_TO DO_
Everything from the line containing "use super::stamp::Stamps;" to the final line of the records below should be given again exactly, and nothing else.

+--

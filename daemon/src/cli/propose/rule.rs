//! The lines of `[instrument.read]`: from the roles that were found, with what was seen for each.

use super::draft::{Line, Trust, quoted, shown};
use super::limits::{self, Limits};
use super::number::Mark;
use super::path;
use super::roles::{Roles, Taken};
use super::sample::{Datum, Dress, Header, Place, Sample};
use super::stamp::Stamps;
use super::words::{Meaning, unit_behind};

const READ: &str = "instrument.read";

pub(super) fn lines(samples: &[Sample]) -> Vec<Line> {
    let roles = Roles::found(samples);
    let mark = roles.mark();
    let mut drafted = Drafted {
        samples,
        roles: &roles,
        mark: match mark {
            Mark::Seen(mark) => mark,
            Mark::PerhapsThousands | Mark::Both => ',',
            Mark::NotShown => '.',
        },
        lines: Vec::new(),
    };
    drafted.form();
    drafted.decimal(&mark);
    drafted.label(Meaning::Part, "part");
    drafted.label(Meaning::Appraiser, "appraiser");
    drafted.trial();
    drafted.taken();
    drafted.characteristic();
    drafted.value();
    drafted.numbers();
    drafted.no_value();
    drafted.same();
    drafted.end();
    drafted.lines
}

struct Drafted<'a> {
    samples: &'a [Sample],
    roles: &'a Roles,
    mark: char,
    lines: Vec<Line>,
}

+--

_RESULT FOR THIS TASK_
use super::stamp::Stamps;
use super::words::{Meaning, unit_behind};

const READ: &str = "instrument.read";

pub(super) fn lines(samples: &[Sample]) -> Vec<Line> {
    let roles = Roles::found(samples);
    let mark = roles.mark();
    let mut drafted = Drafted {
        samples,
        roles: &roles,
        mark: match mark {
            Mark::Seen(mark) => mark,
            Mark::PerhapsThousands | Mark::Both => ',',
            Mark::NotShown => '.',
        },
        lines: Vec::new(),
    };
    drafted.form();
    drafted.decimal(&mark);
    drafted.label(Meaning::Part, "part");
    drafted.label(Meaning::Appraiser, "appraiser");
    drafted.trial();
    drafted.taken();
    drafted.characteristic();
    drafted.value();
    drafted.numbers();
    drafted.no_value();
    drafted.same();
    drafted.end();
    drafted.lines
}

struct Drafted<'a> {
    samples: &'a [Sample],
    roles: &'a Roles,
    mark: char,
    lines: Vec<Line>,
}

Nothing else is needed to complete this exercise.